* **WHAT NEEDS TO BE DONE**
Below are some records. Return exactly the lines from the one containing "in result.stderr and" through the one containing "from tests.compiler.c_support import STRICT, emit_c, need", both included, and only those.

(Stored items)
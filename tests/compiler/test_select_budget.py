"""Flash and cycle budgets in ``nodecast select``: the chosen model fits them when measured on its
own weights, the report shows the frontier, and an impossible budget exits 2 naming the smallest
achievable figures."""

from __future__ import annotations

import json
import subprocess
import sys

import numpy as np
import pytest
from click.testing import CliRunner

from nodecast.cli import cli
from nodecast.compiler import load
from nodecast.compiler.backends import render
from nodecast.compiler.instruction_count import ASSUMED_CPI, count_instructions, counting_rows
from nodecast.compiler.toolchain import footprint
from tests.compiler.c_support import need

TOOLS = ("arm-none-eabi-gcc", "qemu-system-arm")


@pytest.fixture(scope="module")
def readings(tmp_path_factory):
    from nodecast.cli.demo_scenario import write_data

    folder = tmp_path_factory.mktemp("readings")
    write_data(folder)
    return folder / "readings.csv"


def _select(readings, tmp_path, *options):
    out = tmp_path / "chosen.ncast"
    args = ["select", str(readings), "--target", "heatsink_temp", "--nodes", "20,60",
            "--ridge", "1e-6", "--folds", "3", "-o", str(out), "--report",
            str(tmp_path / "cv.json"), *options]
    return CliRunner().invoke(cli, args), out


@pytest.mark.slow
def test_a_flash_budget_below_the_full_model_picks_one_that_fits(readings, tmp_path):
    need(*TOOLS)
    result, out = _select(readings, tmp_path, "--max-flash", "1800")
    assert result.exit_code == 0, result.output
    bundle = load(out)
    assert bundle.network.n_nodes == 20  # 60 nodes need more (see the frontier)
    sizes = footprint(render(bundle, "c", precision="float32").files, "model")["cortex-m4f"]
    assert sizes["text"] + sizes["data"] <= 1800
    frontier = json.loads((tmp_path / "cv.json").read_text())["budget"]["frontier"]
    assert [row["nodes"] for row in frontier] == [20, 60]
    assert frontier[1]["flash"] > 1800 and not frontier[1]["meets_budget"]
    assert frontier[0]["cv_rmse"] > frontier[1]["cv_rmse"]  # the budget costs accuracy


@pytest.mark.slow
def test_a_cycle_budget_is_met_by_the_chosen_model_on_its_own_weights(readings, tmp_path):
    need(*TOOLS)
    result, out = _select(readings, tmp_path, "--max-cycles", "6000", "--core", "cortex-m0",
                          "--precision", "q15")
    assert result.exit_code == 0, result.output
    bundle = load(out)
    artifact = render(bundle, "c", precision="q15", out_of_domain="clamp")
    info = {"prefix": "model", "precision": "q15", "n_inputs": 4}
    counts = count_instructions(artifact.files, info, counting_rows(bundle.network)[:16],
                                "cortex-m0")
    assert np.median(counts) * ASSUMED_CPI["cortex-m0"] <= 6000 * 1.02  # weights move counts ~1%


@pytest.mark.slow
def test_an_impossible_budget_exits_2_naming_the_smallest_achievable_size(readings, tmp_path):
    need(*TOOLS)
    out = tmp_path / "chosen.ncast"
    result = subprocess.run([sys.executable, "-m", "nodecast.cli", "select", str(readings),
                             "--target", "heatsink_temp", "--nodes", "20,60", "--folds", "3",
                             "--max-flash", "300", "-o", str(out)],
                            capture_output=True, text=True, check=False)
    assert result.returncode == 2 and "Traceback" not in result.stderr
    assert "the smallest, 20 nodes, needs" in result.stderr and "B of flash" in result.stderr
    assert not out.exists()
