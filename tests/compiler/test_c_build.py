"""The generated C builds warning-free as C99, as C++ and for a Cortex-M0, and hostile names in the
bundle never become code."""

from __future__ import annotations

import re
import subprocess

import numpy as np
import pytest

from nodecast.compiler import emit
from nodecast.compiler.bundle import Bundle
from tests.compiler.c_support import STRICT, emit_c, need

VARIANTS = [("float64", "libm", "pass"), ("float32", "libm", "reject"),
            ("float32", "rational", "clamp"), ("float64", "table", "reject"),
            ("float32", "table", "pass"), ("q31", "table", "reject"), ("q15", "table", "clamp")]
COMPILERS = {
    "gcc": ("gcc", *STRICT, "-O2"),
    "g++": ("g++", "-x", "c++", *STRICT[1:], "-O2"),  # the same warnings, compiled as C++
    "arm-none-eabi-gcc": ("arm-none-eabi-gcc", "-mcpu=cortex-m0", "-mthumb", "-Os", *STRICT),
}
PAYLOAD = '*/ int injected_symbol = 1; /*'
HOSTILE_FEATURES = (f"temp{PAYLOAD}", 'say "hi" \\ back', "// line\nnext ??= ??/",
                    "d\u00e9bit \u2103")
HOSTILE_CLASSES = (f'low{PAYLOAD}', 'mid "\\" ??/', "h\u00f6ch\n\U0001f525")


def _compile(compiler: str, folder, source: str = "model.c") -> subprocess.CompletedProcess:
    need(compiler)
    command = [*COMPILERS[compiler], "-c", source, "-o", "out.o"]
    return subprocess.run(command, cwd=folder, capture_output=True, text=True, check=False)


@pytest.fixture(scope="module")
def small_bundle(friedman_bundle_factory):
    return friedman_bundle_factory(n_nodes=24, rows=300, seed=3)


@pytest.mark.parametrize("compiler", sorted(COMPILERS))
@pytest.mark.parametrize("precision, impl, policy", VARIANTS)
def test_builds_without_a_single_warning(small_bundle, tmp_path, compiler, precision, impl, policy):
    emit_c(small_bundle, tmp_path, precision=precision, activation_impl=impl, out_of_domain=policy)
    done = _compile(compiler, tmp_path)
    assert done.returncode == 0 and done.stderr == "", done.stderr


@pytest.mark.parametrize("compiler", sorted(COMPILERS))
@pytest.mark.parametrize("precision", ["float32", "q15"])
def test_classifier_builds_without_a_single_warning(classifier_bundle, tmp_path, compiler,
                                                    precision):
    policy = "clamp" if precision == "q15" else "pass"
    emit_c(classifier_bundle, tmp_path, prefix="iris", precision=precision, out_of_domain=policy)
    done = _compile(compiler, tmp_path, "iris.c")
    assert done.returncode == 0 and done.stderr == "", done.stderr


def _hostile_bundle(classifier_bundle) -> Bundle:
    net = classifier_bundle.network
    return Bundle(net.replace(feature_names=HOSTILE_FEATURES, feature_units=("\u00b0C */",) * 4,
                              class_labels=HOSTILE_CLASSES, target_names=HOSTILE_CLASSES),
                  classifier_bundle.metadata)


NAMES_MAIN = r"""
#include <stdio.h>
#include "model.h"
int main(void)
{
    int i;
    for (i = 0; i < MODEL_N_OUTPUTS; ++i) {
        fputs(model_class_names[i], stdout);
        fputc(0, stdout);
    }
    return 0;
}
"""


@pytest.mark.parametrize("precision", ["float32", "q15"])
def test_hostile_names_stay_text(classifier_bundle, tmp_path, precision):
    need("gcc", "nm")
    policy = "clamp" if precision == "q15" else "pass"
    emit_c(_hostile_bundle(classifier_bundle), tmp_path, precision=precision, out_of_domain=policy)
    assert PAYLOAD not in (tmp_path / "model.h").read_text(encoding="ascii")  # comments only
    done = _compile("gcc", tmp_path)
    assert done.returncode == 0 and done.stderr == "", done.stderr
    (tmp_path / "names.c").write_text(NAMES_MAIN)
    subprocess.run(["gcc", *STRICT, "-O2", "model.c", "names.c", "-o", "names", "-lm"],
                   cwd=tmp_path, check=True)
    symbols = subprocess.run(["nm", "names"], cwd=tmp_path, capture_output=True, text=True,
                             check=True).stdout
    assert "injected_symbol" not in symbols and "model_predict" in symbols
    # The table holds each label's exact UTF-8 bytes (ISO C99 6.4.4.4: octal escapes are bytes).
    printed = subprocess.run(["./names"], cwd=tmp_path, capture_output=True, check=True).stdout
    assert printed.split(b"\0")[:-1] == [label.encode("utf-8") for label in HOSTILE_CLASSES]


def test_footprint_figures_match_the_tables(small_bundle, tmp_path):
    need("gcc", "size")
    from nodecast.compiler.toolchain import footprint

    artifact = emit(small_bundle, "c", tmp_path, overwrite=True, precision="float32",
                    activation_impl="libm", out_of_domain="reject")
    figures = footprint(artifact.files, "model")["host"]
    net = small_bundle.network
    # float32 tables: hidden weights and biases, output weights and bias, the domain's two bounds
    tables = 4 * (net.hidden_weights.size + 2 * net.n_nodes + 1 + 2 * net.n_features)
    assert tables <= figures["const"] <= tables + 256
    assert figures["stack"] >= artifact.summary["scratch_bytes"] - 128  # x86-64 red zone: 128 B
    assert figures["code"] > 0 and figures["data"] == 0 and figures["bss"] == 0
    assert figures["calls"] == ["tanhf"]


def test_every_weight_is_written_exactly(small_bundle, tmp_path):
    """float64 literals read back as the IR's exact values (17 significant digits, IEEE 754)."""
    from nodecast.compiler.passes.scaling import folded_input_layer, should_fold_inputs

    emit_c(small_bundle, tmp_path, precision="float64", out_of_domain="pass")
    source = (tmp_path / "model.c").read_text()
    biases = source.split("model_hidden_biases[")[1].split("= {")[1].split("};")[0]
    values = np.array([float(v) for v in re.sub(r"[{}\n]", " ", biases).split(",") if v.strip()])
    net = small_bundle.network
    expected = folded_input_layer(net)[1] if should_fold_inputs(net) else net.hidden_biases
    padding = values[net.n_nodes:]  # the last tile's copies of the last node
    assert np.array_equal(values[:net.n_nodes], expected) and np.all(padding == expected[-1])
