"""Every artifact of the committed test bundles computes, bit for bit, what it computed before the
lowering was reorganised into passes (issue: the house redesigned). The digests in tests/data were
recorded by tests/data/record_lowering_outputs.py with the code of commit 8ff5fd1."""

from __future__ import annotations

import importlib.util
import json
import shutil
from pathlib import Path

import pytest

DATA = Path(__file__).parent.parent / "data"
spec = importlib.util.spec_from_file_location("record_lowering_outputs",
                                              DATA / "record_lowering_outputs.py")
record = importlib.util.module_from_spec(spec)
spec.loader.exec_module(record)
RECORDED = json.loads(record.DIGESTS.read_text())


@pytest.mark.slow
@pytest.mark.parametrize("bundle_name,target,options", record.CONFIGS,
                         ids=[record.config_name(*config) for config in record.CONFIGS])
def test_artifact_computes_what_it_computed_before(bundle_name, target, options, tmp_path):
    if target == "c" and shutil.which("gcc") is None:
        pytest.skip("no C compiler")
    if record.depends_on_environment(target, options) \
            and record.environment() != RECORDED["environment"]:
        pytest.skip(f"recorded with {RECORDED['environment']}; this machine has "
                    f"{record.environment()}")
    from nodecast.compiler import load

    bundle = load(DATA / f"{bundle_name}.ncast")
    got = record.digest(bundle, target, options, tmp_path, record.EXTRA.get(options["precision"]))
    assert got == RECORDED["digests"][record.config_name(bundle_name, target, options)]


def test_every_configuration_has_a_recorded_digest():
    names = {record.config_name(*config) for config in record.CONFIGS}
    assert names == set(RECORDED["digests"])
    assert {"onnxruntime", "libc"} <= set(RECORDED["environment"])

* **RESPONSE**
    assert "the smallest, 20 nodes, needs" in result.stderr and "B of flash" in result.stderr
    assert not out.exists()
filename tests/compiler/test_c_build.py
"""The generated C builds warning-free as C99, as C++ and for a Cortex-M0, and hostile names in the
bundle never become code."""

from __future__ import annotations

import re
import subprocess

import numpy as np
import pytest

from nodecast.compiler import emit
from nodecast.compiler.bundle import Bundle
from tests.compiler.c_support import STRICT, emit_c, need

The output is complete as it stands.